Manifesto per Fare: Michele Boldrin (ri)prova a fermare il declino

Il professore rientra nel partito che aveva lasciato a febbraio per traghettarlo verso il congresso di maggio.

Le dimissioni di Oscar Giannino in seguito alle bugie raccontate su lauree varie e master statunitensi inesistenti avevano portato dritti dritti al flop elettorale di Fare Per Fermare il Declino, che aveva “conquistato” 1,12% dei voti alla Camera e lo 0,90% al Senato senza quindi riuscire a portare a casa neanche un eletto al Parlamento. Sembrava la fine di un’avventura che prometteva bene e aveva dato speranza ai molti liberisti anti-berlusconiani d’Italia. E invece, dopo un paio di mesi a leccarsi le ferite, Fare prova a fermare il suo declino (…) con un nuovo manifesto, lanciato da Michele Boldrin: professore padovano 52enne, considerato il “numero 2” assieme a Luigi Zingales che a febbraio aveva lasciato il partito.

Un nuovo sito (Manifesto X Fare) e una nuova proposta politica, che punta ad “andare oltre” e “costruire un soggetto più grande”. Va detto che il tentativo sembra abbastanza disperato, e che senza la figura carismatica – e la visibilità mediatica – di Oscar Giannino la risalità sarà molto dura. E va detto anche che Michele Boldrin intende prendere in mano il partito solo pro-tempore, per traghettarlo fino al congresso di maggio in cui lui, comunque, sarà candidato.

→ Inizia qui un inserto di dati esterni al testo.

import type { BlockStamp } from '@/lib/schemas/entry';

type Props = { stamp: BlockStamp | undefined; written: string | undefined; names: Record<string, string> };

const moment = (iso: string) =>
  `${iso.slice(0, 10)} ${iso.slice(11, 19)}${iso
    .slice(19)
    .replace(/^\.\d+/, '')
    .replace('Z', ' UTC')}`;

/** Who wrote this block and when: by the writer's clock, and as the server received it. */
export function BlockProvenance({ stamp, written, names }: Props) {
  if (!stamp) {
    return (
      <section>
        <h2>When this was written</h2>
        <p>
          {written
            ? `Written ${moment(written)} in this browser; the server has not received it yet.`
            : 'Not written yet.'}
        </p>
      </section>
    );
  }
  const line = (what: string, s: BlockStamp['first']) => (
    <>
      <dt>{what}</dt>
      <dd>
        <time dateTime={s.at}>{moment(s.at)}</time>, {names[s.by] ?? 'a former member'}
      </dd>
      <dt>received</dt>
      <dd>
        <time dateTime={s.received}>{moment(s.received)}</time>
        {Math.abs(s.offsetMs) >= 1000
          ? `; the writer’s clock was ${Math.abs(s.offsetMs / 1000).toFixed(0)} s ${s.offsetMs > 0 ? 'fast' : 'slow'}`
          : ''}
      </dd>
    </>
  );
  const changed = stamp.last.at !== stamp.first.at || stamp.last.by !== stamp.first.by;
  return (
    <section>
      <h2>When this was written</h2>
      <dl className="pairs">
        {line('first written', stamp.first)}
        {changed ? line('last changed', stamp.last) : null}
      </dl>
      {written ? <p className="text-quiet">Changed {moment(written)} in this browser; not yet received.</p> : null}
    </section>
  );
}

“La sostanza e la proposta politica sono ancora valide”, per questo Boldrin ha deciso di rientrare nel partito e provare a ricostruirlo da zero. Come spiega nei passi principali del nuovo manifesto programmatico: Oltre FARE per rinnovare l’Italia.

Ripartiamo quindi dal testo dell’appello di luglio e dal riconoscimento di aver parzialmente fallito nel perseguimento dei nostri obiettivi. Parzialmente, perché le idee che hanno deteminato la redazione del Manifesto e delle Proposte hanno generato una grande energia positiva che ha dato vita ad una eccezionale esperienza politica. Fallito, non solo perché non siamo arrivati al parlamento ma, soprattutto, perché il potenziale messo in moto si è infranto sui limiti di un’organizzazione approssimativa, di una dirigenza complessivamente non all’altezza e di una democrazia interna assai debole.

Non mancano le critiche, quindi, che si estendono oltre il solo Giannino e che confermano l’idea di un piccolo partito già abbastanza litigioso al suo interno. Ma adesso, auspica Boldrin, le cose possono cambiare; si può tenere il buono e buttare via il resto seguendo un percorso in due tempi:

Anzitutto, dobbiamo dare a Fare per Fermare il Declino un’organizzazione solida e funzionante sia su base regionale che nazionale, uno statuto ed un codice etico chiari e condivisi, un nuovo nome ed un programma politico maggiormente articolato. A questo deve servire il nostro Congresso Costituente. Raggiunto questo obiettivo, noi crediamo occorra avere l’ardore intellettuale e politico di andare oltre Fare per costruire – in un futuro prossimo e, auspicabilmente, prima della prossima scadenza elettorale – un partito politico o, almeno, una coalizione elettorale capaci di raccogliere il consenso di svariati milioni di elettori e di candidarsi al prossimo governo del Paese.

Obiettivo molto ambizioso, soprattutto se si considera che all’apice della sua popolarità Fare stentava a prendere il 4% nei sondaggi e sembrava comunque essere più un movimento d’opinione che puntava a influenzare la politica che un vero e proprio partito. Ma adesso Boldrin, con sprezzo della prudenza, auspica addirittura a costruire un partito da “svariati milioni di voti”. Come conferma anche in un’intervista concessa a Linkiesta:

“È il caso di riprendere assieme ad altri il percorso che era stato iniziato. Penso ai gruppi come Verso Nord, i delusi di Scelta civica, quelli di Italia Futura e tante altre realtà che possiamo aggregare. Purtroppo abbiamo fallito ma la sostanza e la proposta politica di Fare resta valida e può ancora funzionare. Voglio traghettare il partito fino a quando non sarà in grado di diventare una cosa diversa. Dopo di che è probabile che ci sia qualcun altro a prenderne la guida”.

Ma l’ottimismo di poter ridare vita al partito c’è tutto.

“Potevamo avere 2 milioni di voti e li possiamo avere ancora. Il cuore della nostra proposta si basava su meritocrazia e trasparenza per questo molti non ci hanno seguito dopo quello che è successo. Ci sono diversi gruppi dentro Fare che non concordano con la mia linea. Io sono convinto che finora siano stati fatti tanti errori. È stato sbagliato organizzare tutta la campagna elettorale intorno a una persona perché era l’unico riferimento”.